And guess what? To support my writing flow, a lovely little book jumped out at me at the library. It's called The Tao of Writing by Ralph L. Wahlstrom and since I already have a passion for Lao-tzu's Tao Te Ching, is it any wonder this book caught my eye?

Wahlstrom says:

"As with much in life, when we try to force the writing, we often end up with uninteresting, barren, joyless text; when we tap into the flow, we are likely to find ourselves carried along on a joyful, creative, fulfilling stream."

Here's to trusting that I will complete each of these manuscripts in their own good time by being in the flow...

Thursday, July 18, 2013

I'm Sold on Scrivener

Because of a recommendation by The Writer's Circle, I decided to download the free trial of Scrivener. And you can color me happy now because Scrivener is an amazing organizational software program, one that just might provide me with the structure and support I need to get productive again on my novel!

One reason that I've been struggling in trying to organize my messy manuscript is that I have a lovely but tiny study that doesn't really lend itself to a physical whiteboard or corkboard. Wall #1 has a large window, wall #2 has a floor-to-ceiling bookcase plus a doorway to the back of the house, wall #3 has a closet, and wall #4 has glass-panel double-doors that open into the living room. Also, when the small space starts to become cluttered with papers, my mind becomes scattery (a new word? LOL "scattered" seems so sedentary for what's going on inside my skull) and my thoughts fly all over the place! Not helpful.

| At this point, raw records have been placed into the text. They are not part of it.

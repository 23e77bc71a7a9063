// Field-by-field comparison of run records, reporting the first differing field.
#pragma once

#include <cmath>
#include <optional>
#include <vector>
#include <gtest/gtest.h>

#include "wetfront/profiles/run_record.hpp"

namespace wetfront::profiles::testing {

// Equal, with NaN (no value) equal to NaN.
inline bool same_value(double x, double y) { return (std::isnan(x) && std::isnan(y)) || x == y; }

inline bool same_values(const std::vector<double>& x, const std::vector<double>& y) {
  if (x.size() != y.size()) return false;
  for (std::size_t i = 0; i < x.size(); ++i)
    if (!same_value(x[i], y[i])) return false;
  return true;
}

inline bool alike(double x, double y) { return same_value(x, y); }
inline bool alike(const std::vector<double>& x, const std::vector<double>& y) { return same_values(x, y); }

// EXPECT_EQ on each listed member of x and y; a failure names the member by its place in the list.
template <class T, class... Member>
void expect_same_members(const T& x, const T& y, Member T::*... members) {
  int place = 0;
  const auto same = [&place](const auto& a, const auto& b) {
    ++place;
    EXPECT_EQ(a, b) << "member " << place << " of the list";
  };
  (same(x.*members, y.*members), ...);
}

// The same for numbers and lists of numbers that may hold NaN (no value): NaN equals NaN.
template <class T, class... Member>
void expect_alike_members(const T& x, const T& y, Member T::*... members) {
  int place = 0;
  const auto same = [&place](const auto& a, const auto& b) {
    ++place;
    EXPECT_TRUE(alike(a, b)) << "member " << place << " of the list";
  };
  (same(x.*members, y.*members), ...);
}

// Both present and alike (`compare` checks their fields), or both absent.
template <class T, class Compare>
void expect_same_optional(const std::optional<T>& a, const std::optional<T>& b, Compare compare) {
  ASSERT_EQ(a.has_value(), b.has_value());
  if (a) compare(*a, *b);
}

// The same number of elements, alike pairwise (`compare` checks their fields), each traced as
// "label i".
template <class T, class Compare>
void expect_same_each(const std::vector<T>& a, const std::vector<T>& b, const char* label, Compare compare) {
  ASSERT_EQ(a.size(), b.size()) << label;
  for (std::size_t i = 0; i < a.size(); ++i) {
    SCOPED_TRACE(::testing::Message() << label << " " << i);
    compare(a[i], b[i]);
  }
}

inline void expect_same_snapshot(const solver::ProfileSnapshot& a, const solver::ProfileSnapshot& b) {
  using S = solver::ProfileSnapshot;
  expect_same_members(a, b, &S::time_days, &S::head_cm, &S::water_content, &S::conductivity_cm_per_d,
                      &S::sink_rate_per_day, &S::face_flux_cm_per_d, &S::ponded_depth_cm);
}

inline void expect_same_balance(const solver::CumulativeBalance& a, const solver::CumulativeBalance& b) {
  using B = solver::CumulativeBalance;
  expect_same_members(a, b, &B::time_days, &B::water_input_cm, &B::potential_evaporation_cm, &B::actual_evaporation_cm,
                      &B::runoff_cm, &B::infiltration_cm, &B::transpiration_cm, &B::bottom_flux_cm, &B::plane_flux_cm,
                      &B::ponded_depth_cm, &B::soil_storage_cm, &B::balance_error_cm);
}

// The per-interval columns every recharge estimate has.
template <class Estimate>
void expect_same_agreement(const Estimate& x, const Estimate& y) {
  EXPECT_TRUE(same_values(x.amount_cm, y.amount_cm));
  EXPECT_EQ(x.agreement, y.agreement);
  EXPECT_EQ(x.missing, y.missing);
}

inline void expect_same_reading(const ComparedReading& x, const ComparedReading& y) {
  using R = ComparedReading;
  expect_same_members(x, y, &R::sensor, &R::time_days, &R::depth_cm, &R::observed, &R::used);
  EXPECT_TRUE(same_value(x.simulated, y.simulated)) << x.simulated << " " << y.simulated;
}

inline void expect_same_record(const RunRecord& a, const RunRecord& b) {
  expect_same_members(a, b, &RunRecord::site_name, &RunRecord::run_start_date, &RunRecord::program_version,
                      &RunRecord::input_hash);

  const solver::ColumnRun& ra = a.run;
  const solver::ColumnRun& rb = b.run;
  EXPECT_EQ(ra.cell_depths_cm, rb.cell_depths_cm);
  EXPECT_EQ(ra.face_depths_cm, rb.face_depths_cm);
  expect_same_each(ra.profiles, rb.profiles, "profile", expect_same_snapshot);
  expect_same_each(ra.balances, rb.balances, "balance row", expect_same_balance);
  using Statistics = solver::RunStatistics;
  expect_same_members(ra.statistics, rb.statistics, &Statistics::steps, &Statistics::residual_evaluations,
                      &Statistics::jacobian_evaluations, &Statistics::nonlinear_iterations,
                      &Statistics::nonlinear_failures, &Statistics::error_test_failures, &Statistics::surface_switches,
                      &Statistics::bottom_switches);
  EXPECT_EQ(ra.complete, rb.complete);
  expect_same_optional(ra.failure, rb.failure, [](const auto& x, const auto& y) {
    using F = solver::RunFailure;
    expect_same_members(x, y, &F::time_days, &F::depth_cm, &F::reason);
  });

  expect_same_each(a.layers, b.layers, "layer", [](const auto& x, const auto& y) {
    using L = LayerDescription;
    expect_same_members(x, y, &L::name, &L::top_depth_cm, &L::bottom_depth_cm, &L::model_name);
    expect_same_each(x.parameters, y.parameters, "parameter", [](const auto& p, const auto& q) {
      expect_same_members(p, q, &LayerParameter::name, &LayerParameter::value, &LayerParameter::unit);
    });
  });
  expect_same_each(a.sensors, b.sensors, "sensor",
                   [](const auto& x, const auto& y) { expect_same_members(x, y, &Sensor::name, &Sensor::depth_cm); });
  EXPECT_EQ(a.flux_plane_depths_cm, b.flux_plane_depths_cm);
  expect_same_each(a.forcing, b.forcing, "forcing interval", [](const auto& x, const auto& y) {
    using I = ForcingInterval;
    expect_same_members(x, y, &I::start_day, &I::end_day, &I::water_input_cm_per_d, &I::potential_evaporation_cm_per_d,
                        &I::potential_transpiration_cm_per_d);
  });
  EXPECT_EQ(a.visit_days, b.visit_days);
  EXPECT_EQ(a.visit_balance, b.visit_balance);
  expect_same_optional(a.sensor_comparison, b.sensor_comparison, [](const auto& ca, const auto& cb) {
    expect_same_each(ca.pressure_head, cb.pressure_head, "head reading", expect_same_reading);
    expect_same_each(ca.water_content, cb.water_content, "water content reading", expect_same_reading);
    expect_same_each(ca.metrics, cb.metrics, "metrics", [](const auto& x, const auto& y) {
      using M = SensorMetrics;
      expect_same_members(x, y, &M::name, &M::quantity, &M::unit, &M::readings_used, &M::left_out_beyond_working_limit,
                          &M::left_out_outside_run);
      expect_alike_members(x, y, &M::depth_cm, &M::bias, &M::root_mean_square_error, &M::nash_sutcliffe,
                           &M::kling_gupta);
    });
  });
  // The field checks, NaN equal to NaN.
  expect_same_optional(a.darcy_estimate, b.darcy_estimate, [](const auto& x, const auto& y) {
    using D = DarcyEstimateRecord;
    expect_same_members(x, y, &D::upper_sensor, &D::lower_sensor, &D::upper_depth_cm, &D::lower_depth_cm,
                        &D::conductivity_note);
    expect_same_agreement(x, y);
  });
  expect_same_optional(a.water_table_estimate, b.water_table_estimate, [](const auto& x, const auto& y) {
    using W = WaterTableEstimateRecord;
    expect_same_members(x, y, &W::well, &W::specific_yield, &W::recession_cm_per_d, &W::specific_yield_note);
    expect_alike_members(x, y, &W::start_depth_cm, &W::end_depth_cm);
    expect_same_agreement(x, y);
  });
  expect_same_optional(a.stored_water, b.stored_water, [](const auto& x, const auto& y) {
    using S = StoredWaterRecord;
    expect_same_members(x, y, &S::depths_cm, &S::sources, &S::visit_days);
    expect_alike_members(x, y, &S::observed_cm, &S::simulated_cm, &S::observed_change_cm, &S::simulated_change_cm);
  });
}

}  // namespace wetfront::profiles::testing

Unlike my previous novels that seemed to write themselves clearly start to finish, the manuscript for my current novel is-- as I've probably griped about quite a few times already in this blog--filled with scenes and characters connected by threads that have become far too entangled for me to sort in my head. The 3-ring-binder approach just isn't working for me, and I've never been one for index cards.

I've been feeling quite out of my depth!

In steps Mr. Scrivener and I feel like I might be able to again see where I'm going. Phew... (imagine me doing a happy dance in my study)

Anyone else use this program or a similar one?


Tuesday, July 16, 2013

Monsoon 2013

In the Sonoran Desert, let me tell you that I have a whole new appreciation for rain! Especially after the skin-chapping three months we just had of a hot, dry spring! So, I'm sharing my itty-bitty video of Sunday's rain. I always go out and stand in the rain for a few minutes; it seems disrespectful not to!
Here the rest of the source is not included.